As I was saying, Barnacle Ninja, by his excessive, large, and obviously expensive model, will no doubt be a boss of some sort: a Warlord, Lord of war, Named Character, Cruise Ship Activities Director who dresses well and flirts with your girlfriend while you’re playing Harry Potter trivia. Something like that. My money’s on the last one.
He also seems to be riding some sort of wave into battle, which is going to totally break my immersion unless the codex Battle Tome is going to explain how these guys are dragging the ocean with them over what will most likely be predominantly landlocked battles. Are you gonna throw some new adverse terrain rules in there, Nottingham? Don’t skimp, rules bros.
Seriously, the Derpkin are attacking. What should we do, My Lord? Uh, let’s just head inland a bit more. Keep going until you can’t see the ocean.
In this next family photo, you’ve got Sea Gandalf committing aquatic massacre by bringing the family pets along with him to witness his water park beatdown. I guess he forgot creatures with gills don’t tend to do too well outside of their natural environment. Unless he intentionally means to cause their deaths, which in turn triggers his unbridled rage in the form of an ability that does D6 mortal wounds to the nearest unit. Maybe call it ‘Song of My Fallen Fish,’ or ‘Rage of the Sacrificial Guppies.’
There’s also his footslogging troop choices, obviously, and once again, I’m looking forward to the lore, because how the hell are they fighting the enemy if the majority of them are blind? Now, don’t get me wrong, they look amazing, but if GW tosses in some sort of ‘they’re blind, WS is 6+. Good luck, suckers,’ I’m going to EBAY these things faster than Mariah Carey forgetting the lyrics to her songs during a cheesy New Year’s Eve show.

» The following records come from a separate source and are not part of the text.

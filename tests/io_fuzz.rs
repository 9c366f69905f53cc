//! Mutation-based fuzzing in CI (stable Rust, no coverage feedback): a seeded mutator of our
//! own turns small valid files (tests/data and small versions of the demo scans written by our
//! own writers) into hostile ones by byte flips, byte overwrites, truncations, splices of other
//! files, header-field edits at the LAS header offsets and in PLY header lines, and numeric
//! extremes (NaN, ±inf, 1e300, f32::MAX, 0xFFFFFFFF) in the data. Every input goes through
//! `read_cloud` and the point source (chunks joined must equal the cloud); accepted tiny
//! clouds go through the descriptor engine (`features`' entry point) and some through
//! `align_pair`. A panic (caught per input), an error that is not one line naming the file, a
//! source that disagrees with `read_cloud`, or a non-finite feature value is a failure,
//! reported with the seed that reproduces it:
//! `EQUISCAN_FUZZ_SEED=<seed> cargo test --release --test io_fuzz -- --nocapture`.
//! `EQUISCAN_FUZZ_INPUTS=<n>` changes the number of inputs (default 20 000). The coverage-guided
//! counterpart (libFuzzer through `cargo fuzz`, nightly) lives in fuzz/.

use std::panic::{AssertUnwindSafe, catch_unwind};
use std::path::{Path, PathBuf};
use std::sync::Mutex;
use std::sync::atomic::{AtomicUsize, Ordering};

use equiscan::Cloud;
use equiscan::descriptor::{Centres, Engine, Recipe};
use equiscan::io::{LasOptions, PointSource, read_cloud, write_las, write_las_with, write_ply};
use equiscan::so3::rng::SplitMix64;

fn repo(rel: &str) -> PathBuf {
    Path::new(env!("CARGO_MANIFEST_DIR")).join(rel)
}

/// Small valid inputs: (name, bytes).
fn seeds(dir: &Path) -> Vec<(String, Vec<u8>)> {
    let mut out = Vec::new();
    for rel in [
        "tests/data/las/autzen.las",
        "tests/data/las/autzen.laz",
        "tests/data/las/equiscan_extra_bytes.las",
        "tests/data/ply/cube_ascii.ply",
        "tests/data/ply/cube_binary_little_endian.ply",
        "tests/data/ply/cube_binary_big_endian.ply",
        "tests/data/ply/cube_colour_edges_ascii.ply",
        "tests/data/ply/cube_colour_edges_binary_little_endian.ply",
    ] {
        out.push((rel.to_string(), std::fs::read(repo(rel)).unwrap()));
    }
    // Small versions of the demo scans, written by our own writers: the first 300 points.
    let take = |c: &Cloud, n: usize| {
        let mut s = c.clone();
        let n = n.min(c.len());
        s.positions.truncate(n);
        for v in [&mut s.intensity].into_iter().flatten() {
            v.truncate(n);
        }
        if let Some(v) = s.color.as_mut() {
            v.truncate(n);
        }
        if let Some(v) = s.normals.as_mut() {
            v.truncate(n);
        }
        if let Some(v) = s.classification.as_mut() {
            v.truncate(n);
        }
        if let Some(v) = s.return_number.as_mut() {
            v.truncate(n);
        }
        if let Some(v) = s.gps_time.as_mut() {
            v.truncate(n);
        }
        if let Some(r) = s.records.as_mut() {
            r.bytes.truncate(n * r.record_len);
        }
        s
    };
    let (depot, info) = read_cloud(&repo("scans/depot_station1.laz")).unwrap();
    let depot = take(&depot, 300);
    let (part, _) = read_cloud(&repo("scans/parts/tray/nut_scan.ply")).unwrap();
    let part = take(&part, 300);
    let col: Vec<f32> = (0..300).map(|i| i as f32 * 0.5).collect();
    let cols = [equiscan::io::Column::new("f", &col)];
    let mut write = |name: &str, f: &dyn Fn(&Path)| {
        let p = dir.join(name);
        f(&p);
        out.push((name.to_string(), std::fs::read(&p).unwrap()));
    };
    write("depot.laz", &|p| {
        write_las_with(p, &depot, &[], &LasOptions::like(&info)).unwrap()
    });
    write("depot.las", &|p| write_las(p, &depot, &cols).unwrap());
    write("depot_fmt1.las", &|p| {
        let mut o = LasOptions::default();
        o.point_format = Some(1);
        write_las_with(p, &depot, &[], &o).unwrap()
    });
    write("part.ply", &|p| write_ply(p, &part, &cols).unwrap());
    write("part_ascii.ply", &|p| {
        let mut t = format!(
            "ply\nformat ascii 1.0\ncomment small\nelement vertex {}\nproperty float x\nproperty float y\nproperty float z\nelement face 1\nproperty list uchar int vertex_indices\nend_header\n",
            part.len()
        );
        for q in &part.positions {
            t += &format!("{} {} {}\n", q[0], q[1], q[2]);
        }
        t += "3 0 1 2\n";
        std::fs::write(p, t).unwrap()
    });
    out
}

const LAS_FIELDS: [(usize, usize); 24] = [
    (24, 1),
    (25, 1),
    (94, 2),
    (96, 4),
    (100, 4),
    (104, 1),
    (105, 2),
    (107, 4),
    (111, 4),
    (131, 8),
    (139, 8),
    (147, 8),
    (155, 8),
    (163, 8),
    (171, 8),
    (179, 8),
    (187, 8),
    (195, 8),
    (203, 8),
    (211, 8),
    (219, 8),
    (235, 8),
    (247, 8),
    (255, 8),
];

fn extreme(r: &mut SplitMix64, size: usize) -> Vec<u8> {
    match size {
        8 => {
            let v = [
                f64::NAN,
                f64::INFINITY,
                -f64::INFINITY,
                1e300,
                -1e300,
                0.0,
                -0.0,
                f64::MIN_POSITIVE,
                f32::MAX as f64,
                1e30,
            ];
            if r.below(3) == 0 {
                let w = [
                    0u64,
                    1,
                    u32::MAX as u64,
                    u64::MAX,
                    1 << 40,
                    1_000_000_000_000,
                ];
                w[r.below(w.len() as u64) as usize].to_le_bytes().to_vec()
            } else {
                v[r.below(v.len() as u64) as usize].to_le_bytes().to_vec()
            }
        }
        4 => {
            if r.below(2) == 0 {
                let w = [0u32, 1, 2, 0x7FFF_FFFF, u32::MAX, 227, 375, 1 << 20];
                w[r.below(w.len() as u64) as usize].to_le_bytes().to_vec()
            } else {
                let v = [f32::NAN, f32::INFINITY, f32::MAX, -f32::MAX, 3e38, 1e-45];
                v[r.below(v.len() as u64) as usize].to_le_bytes().to_vec()
            }
        }
        2 => [0u16, 1, 0xFFFF, 227, 375][r.below(5) as usize]
            .to_le_bytes()
            .to_vec(),
        _ => vec![[0u8, 1, 4, 5, 10, 11, 99, 0x86, 0xFF][r.below(9) as usize]],
    }
}

/// Edits one PLY header line: a number made extreme, a line duplicated or dropped.
fn ply_header_edit(r: &mut SplitMix64, b: &mut Vec<u8>) {
    let Some(end) = b.windows(11).position(|w| w == b"end_header\n") else {
        return;
    };
    let head = String::from_utf8_lossy(&b[..end]).into_owned();
    let mut lines: Vec<String> = head.lines().map(String::from).collect();
    if lines.len() < 2 {
        return;
    }
    let i = 1 + r.below(lines.len() as u64 - 1) as usize;
    match r.below(4) {
        0 => {
            let words = [
                "0",
                "-1",
                "4294967295",
                "1000000000000",
                "nan",
                "double",
                "list",
                "vertex",
                "x",
                "binary_big_endian",
            ];
            let mut ws: Vec<&str> = lines[i].split(' ').collect();
            let k = r.below(ws.len() as u64) as usize;
            ws[k] = words[r.below(words.len() as u64) as usize];
            lines[i] = ws.join(" ");
        }
        1 => {
            let l = lines[i].clone();
            lines.insert(i, l);
        }
        2 => {
            lines.remove(i);
        }
        _ => lines.insert(i, "element junk 1000000000000".into()),
    }
    let mut out = lines.join("\n").into_bytes();
    out.push(b'\n');
    out.extend_from_slice(&b[end..]);
    *b = out;
}

fn mutate(r: &mut SplitMix64, seeds: &[(String, Vec<u8>)]) -> (usize, Vec<u8>) {
    let which = r.below(seeds.len() as u64) as usize;
    let mut b = seeds[which].1.clone();
    let ops = 1 + r.below(3);
    for _ in 0..ops {
        if b.is_empty() {
            break;
        }
        let len = b.len() as u64;
        // Half of the positions fall in the first 400 bytes (the headers).
        let pos = |r: &mut SplitMix64| {
            if r.below(2) == 0 {
                r.below(len.min(400)) as usize
            } else {
                r.below(len) as usize
            }
        };
        match r.below(8) {
            0 => {
                let p = pos(r);
                b[p] ^= 1 << r.below(8);
            }
            1 => {
                let p = pos(r);
                b[p] = [0u8, 0xFF, 0x7F, 0x80, b' ', b'\n'][r.below(6) as usize];
            }
            2 => {
                let cut = r.below(len + 1) as usize;
                b.truncate(cut);
            }
            3 => {
                // Splice: a piece of another seed over or into this one.
                let other = &seeds[r.below(seeds.len() as u64) as usize].1;
                let from = r.below(other.len() as u64) as usize;
                let n = (r.below(64) as usize + 1).min(other.len() - from);
                let at = pos(r);
                if r.below(2) == 0 {
                    let end = (at + n).min(b.len());
                    b[at..end].copy_from_slice(&other[from..from + (end - at)]);
                } else {
                    b.splice(at..at, other[from..from + n].iter().copied());
                }
            }
            4 if b.starts_with(b"LASF") => {
                let (off, size) = LAS_FIELDS[r.below(LAS_FIELDS.len() as u64) as usize];
                if off + size <= b.len() {
                    let v = extreme(r, size);
                    b[off..off + size].copy_from_slice(&v);
                }
            }
            4 | 5 if b.starts_with(b"ply") => ply_header_edit(r, &mut b),
            5 if b.len() > 1000 => {
                // LAZ chunk table: the offset at the start of the point data, or its count.
                let otp = u32::from_le_bytes(b[96..100].try_into().unwrap()) as usize;
                if otp + 8 <= b.len() {
                    let v = extreme(r, 8);
                    b[otp..otp + 8].copy_from_slice(&v);
                }
            }
            _ => {
                // A numeric extreme somewhere in the data, 4- or 8-byte aligned.
                let size = if r.below(2) == 0 { 4 } else { 8 };
                let p = (pos(r) / size) * size;
                if p + size <= b.len() {
                    let v = extreme(r, size);
                    b[p..p + size].copy_from_slice(&v);
                }
            }
        }
    }
    (which, b)
}

fn check_error(path: &Path, e: &equiscan::Error) -> Result<(), String> {
    let m = e.to_string();
    if m.contains('\n') || !m.starts_with(&format!("{}: ", path.display())) || !m.contains("; ") {
        return Err(format!("badly formed error: {m:?}"));
    }
    Ok(())
}

/// One input through every entry point; Err describes a failure.
fn run_one(path: &Path, tiny: bool, align: bool) -> Result<(), String> {
    let read = read_cloud(path);
    let streamed = PointSource::open(path).and_then(|mut s| {
        let mut c = s.empty_cloud(0);
        while s.read_into(&mut c, 97)? > 0 {}
        Ok(c)
    });
    match (&read, &streamed) {
        (Err(e), Err(f)) => {
            check_error(path, e)?;
            check_error(path, f)?;
            return Ok(());
        }
        // Compared through their Debug text: NaN attributes (GPS time) equal themselves there.
        (Ok((c, _)), Ok(s)) if format!("{c:?}") == format!("{s:?}") => {}
        (Ok(_), Ok(_)) => return Err("point source and read_cloud disagree".into()),
        (Ok(_), Err(e)) => return Err(format!("only the point source refused: {e}")),
        (Err(e), Ok(_)) => return Err(format!("only read_cloud refused: {e}")),
    }
    let (cloud, _) = read.unwrap();
    cloud
        .validate()
        .map_err(|e| format!("invalid cloud: {e}"))?;
    if tiny && !cloud.is_empty() && cloud.len() <= 400 {
        let recipe = Recipe::builder()
            .radius(2.0)
            .degree(2)
            .shells(2)
            .build()
            .unwrap();
        if let Ok(f) = Engine::new(recipe).compute(&cloud, &Centres::All)
            && f.values.iter().any(|v| !v.is_finite())
        {
            // A finite cloud within the accepted extent gives finite invariants.
            return Err("non-finite feature value".into());
        }
    }
    if align && cloud.len() >= 10 && cloud.len() <= 400 {
        let p = equiscan::align::AlignParams {
            ransac_iterations: 200,
            refine_best: 2,
            ..Default::default()
        };
        let _ = equiscan::align::align_pair(&cloud, &cloud, &p);
    }
    Ok(())
}

#[test]
fn mutated_inputs_never_panic_and_give_one_line_errors() {
    let dir = tempfile::tempdir().unwrap();
    let seeds = seeds(dir.path());
    let total: usize = std::env::var("EQUISCAN_FUZZ_INPUTS")
        .ok()
        .and_then(|v| v.parse().ok())
        .unwrap_or(20_000);
    let only: Option<u64> = std::env::var("EQUISCAN_FUZZ_SEED")
        .ok()
        .and_then(|v| v.parse().ok());
    let inputs: Vec<u64> = match only {
        Some(s) => vec![s],
        None => (0..total as u64).collect(),
    };
    let next = AtomicUsize::new(0);
    let accepted = AtomicUsize::new(0);
    let failures = Mutex::new(Vec::new());
    let threads = std::thread::available_parallelism()
        .map_or(2, |n| n.get())
        .min(4);
    let t0 = std::time::Instant::now();
    std::thread::scope(|s| {
        for t in 0..threads {
            let (next, accepted, failures, seeds, inputs) =
                (&next, &accepted, &failures, &seeds, &inputs);
            let path_dir = dir.path().to_path_buf();
            s.spawn(move || {
                loop {
                    let i = next.fetch_add(1, Ordering::Relaxed);
                    if i >= inputs.len() {
                        break;
                    }
                    let seed = inputs[i];
                    let mut r = SplitMix64::new(seed ^ 0x5EED_F422);
                    let (which, bytes) = mutate(&mut r, seeds);
                    let ext = Path::new(&seeds[which].0)
                        .extension()
                        .map_or("bin".to_string(), |e| e.to_string_lossy().into_owned());
                    let path = path_dir.join(format!("in{t}.{ext}"));
                    std::fs::write(&path, &bytes).unwrap();
                    let outcome = catch_unwind(AssertUnwindSafe(|| {
                        run_one(&path, seed % 8 == 0, seed % 250 == 0)
                    }));
                    let fail = match outcome {
                        Ok(Ok(())) => None,
                        Ok(Err(m)) => Some(m),
                        Err(_) => Some("panic".to_string()),
                    };
                    if read_cloud(&path).is_ok() {
                        accepted.fetch_add(1, Ordering::Relaxed);
                    }
                    if let Some(m) = fail {
                        failures
                            .lock()
                            .unwrap()
                            .push(format!("seed {seed} (from {}): {m}", seeds[which].0));
                    }
                }
            });
        }
    });
    let secs = t0.elapsed().as_secs_f64();
    let failures = failures.into_inner().unwrap();
    println!(
        "fuzz: {} inputs in {secs:.1} s ({:.0} per second, {threads} threads), {} accepted, {} failures",
        inputs.len(),
        inputs.len() as f64 / secs,
        accepted.load(Ordering::Relaxed),
        failures.len()
    );
    assert!(
        failures.is_empty(),
        "{} failures; reproduce one with EQUISCAN_FUZZ_SEED=<seed>:\n{}",
        failures.len(),
        failures[..failures.len().min(30)].join("\n")
    );
}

You notice in the background, the cavalry is riding something resembling lampreys, or eels or something? I’m going to call it: they should’ve totally went Great White Shark instead. Then again, maybe that’s an American fixation of cool. Maybe the Brits never really feared the movie ‘Jaws.’ Maybe their big traumatic aquatic misadventure was a movie involving eels that slithered up through the toilet in your loo and bit you in the bum, then slithered inside you and ate your kidney. maybe the movie was called ‘Loo Eels?’
Finally, there’s this ridiculous thing:
And right off, it also looks amazing, and of course, most likely extremely expensive. I will own this giant irritable sea turtle of the apocalypse, for sure. I’m just curious if GW had a list of sea creatures they were considering, and at the end of a very long and tiring debate over whether they should go with the giant sea terror octopus, or the malevolent manatee of misanthropy, they just said screw it and blindly picked the turtle. The modelers then sighed with relief, because no one knew quite how to sculpt a manatee looking spiteful and filled with rage.
I will be collecting, building, painting, and playing this army, and perhaps you’ll have the chance to read more about my misadventures. Until then, I’ll wait patiently for their release, and plot the road to my aquatic domination over my foes. I will hope that the GW codex Battle Tome will do these Warriors from the Black Lagoon justice, and not ultimately create an weak, useless, and boring army of Idontwant Derpkin. If that does happen, I will be prepared. I’ll just switch my game plan from pillaging and ravaging to basically to buying a candy bar and using my army to reenact my favorite scene from Caddyshack.